§ EXERCISE BRIEF: Across the listing below, how many lines contain "dispositionOf"? Answer with the number and nothing else.

§ TASK INPUT:
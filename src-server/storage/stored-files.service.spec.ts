import type { DataSource, EntityManager } from 'typeorm';
import type { StorageService } from './storage.service';
import { StoredFileRecord } from './stored-file-record';
import { StoredFiles } from './stored-files.service';
import type { UploadLedger } from './upload-ledger.service';

class Row extends StoredFileRecord {
  id: number;
}

/** Records, in order, what the ledger, the transaction and the manager were asked to do. */
function harness(options: { failPut?: boolean; rows?: Row[] } = {}) {
  const log: string[] = [];
  const manager = {
    delete: async (_entity: unknown, id: number) => void log.push(`delete row ${id}`),
  } as unknown as EntityManager;
  const dataSource = {
    transaction: async (work: (m: EntityManager) => Promise<unknown>) => {
      log.push('begin');
      try {
        const result = await work(manager);
        log.push('commit');
        return result;
      } catch (error) {
        log.push('rollback');
        throw error;
      }
    },
    getRepository: () => ({ findOneBy: async (where: { id: number }) => options.rows?.find((r) => r.id === where.id) ?? null }),
  } as unknown as DataSource;
  const ledger = {
    putPending: async (key: string) => {
      if (options.failPut) throw new Error('store down');
      log.push(`put ${key}`);
    },
    settle: async (m: EntityManager, key: string) => void log.push(`settle ${key}${m === manager ? ' in tx' : ''}`),
    abandon: async (key: string) => void log.push(`abandon ${key}`),
    release: async (m: EntityManager, key: string) => void log.push(`release ${key}${m === manager ? ' in tx' : ''}`),
  } as unknown as UploadLedger;
  const storage = { get: async (key: string) => Buffer.from(`bytes of ${key}`) } as unknown as StorageService;
  return { log, files: new StoredFiles(dataSource, storage, ledger) };
}

const upload = (name: string, text: string) => ({ originalname: name, mimetype: 'text/plain', size: Buffer.byteLength(text), buffer: Buffer.from(text) });
const stored = (id: number, objectKey: string): Row =>
  Object.assign(new Row(), { id, objectKey, fileName: 'a.pdf', contentType: 'application/pdf', sizeBytes: 3, sha256: '' });

describe(StoredFiles.name, () => {
  describe('store', () => {
    it('hands the write the columns of the stored original and settles its note in the same transaction', async () => {
      const { log, files } = harness();
      const columns = await files.store(
        { keyPrefix: ['parts', 7, 'documents'], file: upload('Ba\u0308nder plan.pdf', 'abc'), contentType: 'application/pdf' },
        async (_m, c) => {
          log.push('insert row');
          return c;
        },
      );
      expect(columns.objectKey).toMatch(/^parts\/7\/documents\/[0-9a-f-]{36}-Ba_nder_plan\.pdf$/);
      expect(columns).toMatchObject({ fileName: 'Bänder plan.pdf', contentType: 'application/pdf', sizeBytes: 3 });
      // FIPS 180-2, appendix B.1: SHA-256("abc").
      expect(columns.sha256).toBe('ba7816bf8f01cfea414140de5dae2223b00361a396177a9cb410ff61f20015ad');
      const key = columns.objectKey;
      expect(log).toEqual([`put ${key}`, 'begin', 'insert row', `settle ${key} in tx`, 'commit']);
    });

    it('abandons the object when the row cannot be written, and rethrows', async () => {
      const { log, files } = harness();
      let key = '';
      await expect(
        files.store({ keyPrefix: ['parts', 7, 'measurements'], file: upload('a.s1p', 'x'), contentType: 'text/plain' }, async (_m, c) => {
          key = c.objectKey;
          throw new Error('deadlock');
        }),
      ).rejects.toThrow('deadlock');
      expect(log).toEqual([`put ${key}`, 'begin', 'rollback', `abandon ${key}`]);
    });

    it('writes no row when the object could not be stored', async () => {
      const { log, files } = harness({ failPut: true });
      const write = jest.fn();
      await expect(files.store({ keyPrefix: ['parts', 7, 'documents'], file: upload('a.pdf', 'x'), contentType: 'application/pdf' }, write)).rejects.toThrow(
        'store down',
      );
      expect(write).not.toHaveBeenCalled();
      expect(log).toEqual([]);
    });
  });

  describe('removeWithin', () => {
    it('deletes the row and releases its object in the transaction, then removes the object after commit', async () => {
      const { log, files } = harness();
      await files.removeWithin(async (_m, drop) => {
        await drop(Row, stored(5, 'parts/7/documents/k1-a.pdf'));
        log.push('audit');
      });
      expect(log).toEqual(['begin', 'delete row 5', 'release parts/7/documents/k1-a.pdf in tx', 'audit', 'commit', 'abandon parts/7/documents/k1-a.pdf']);
    });

    it('keeps the object when the removal is rolled back, since its row stays', async () => {
      const { log, files } = harness();
      await expect(
        files.removeWithin(async (_m, drop) => {
          await drop(Row, stored(5, 'parts/7/documents/k1-a.pdf'));
          throw new Error('audit failed');
        }),
      ).rejects.toThrow('audit failed');
      expect(log.filter((entry) => entry.startsWith('abandon'))).toEqual([]);
      expect(log.at(-1)).toBe('rollback');
    });
  });

  describe('original', () => {
    it('reads the object of the row, served under its stored name and content type', async () => {
      const { files } = harness({ rows: [stored(5, 'parts/7/documents/k1-a.pdf')] });
      const original = await files.original(Row, { id: 5 }, 'document', 5);
      expect(original).toEqual({ body: Buffer.from('bytes of parts/7/documents/k1-a.pdf'), fileName: 'a.pdf', contentType: 'application/pdf' });
    });

    it('answers 404 <WHAT>_NOT_FOUND for a row that does not exist', async () => {
      const { files } = harness();
      await expect(files.original(Row, { id: 6 }, 'document', 6)).rejects.toMatchObject({ code: 'DOCUMENT_NOT_FOUND', status: 404 });
    });
  });
});
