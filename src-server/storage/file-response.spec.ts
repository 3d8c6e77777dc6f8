import { downloadOf, storedFileName } from './file-response';

describe(storedFileName.name, () => {
  it('stores the composed form, so a macOS "ä" (a + combining diaeresis) matches a typed one', () => {
    expect(storedFileName('Ba\u0308nder.s1p')).toBe('Bänder.s1p');
  });

  it('cuts at 200 characters without splitting a character in two', () => {
    // Each 📡 is two UTF-16 code units; a plain slice(0, 200) would keep 100 of them.
    expect(storedFileName('📡'.repeat(300))).toBe('📡'.repeat(200));
  });
});

describe(downloadOf.name, () => {
  const dispositionOf = (fileName: string) => downloadOf({ body: Buffer.from('x'), fileName, contentType: 'text/plain' }).getHeaders().disposition as string;

  it('percent-encodes the RFC 5987 characters encodeURIComponent leaves alone', () => {
    expect(dispositionOf("l'été (2)*.s1p")).toBe(`attachment; filename="l'_t_ (2)*.s1p"; filename*=UTF-8''l%27%C3%A9t%C3%A9%20%282%29%2A.s1p`);
  });

  it('keeps quotes, backslashes and percent signs out of the ASCII fallback', () => {
    expect(dispositionOf('a"b\\c%41.csv')).toMatch(/^attachment; filename="a_b_c_41.csv"; /);
  });
});
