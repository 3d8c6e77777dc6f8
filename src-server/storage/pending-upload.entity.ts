import { Column, CreateDateColumn, Entity, Index, PrimaryGeneratedColumn } from 'typeorm';

/**
 * An object written (or about to be written) to storage whose database row is not committed yet.
 * Deleted in the same transaction that commits the row; a leftover one marks an object to remove.
 */
@Entity({ name: 'pending_uploads' })
export class PendingUpload {
  @PrimaryGeneratedColumn({ type: 'bigint', unsigned: true })
  id: string;

  @Index('ux_pending_uploads_key', { unique: true })
  @Column({ name: 'object_key', type: 'varchar', length: 400 })
  objectKey: string;

  /** The app instance doing the upload; while it lives it holds a database lock named after this id. */
  @Index('ix_pending_uploads_owner')
  @Column({ name: 'owner_id', type: 'char', length: 36 })
  ownerId: string;

  @CreateDateColumn({ name: 'created_at', type: 'datetime', precision: 3 })
  createdAt: Date;
}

§ RESPONSE TO THE EXERCISE: 3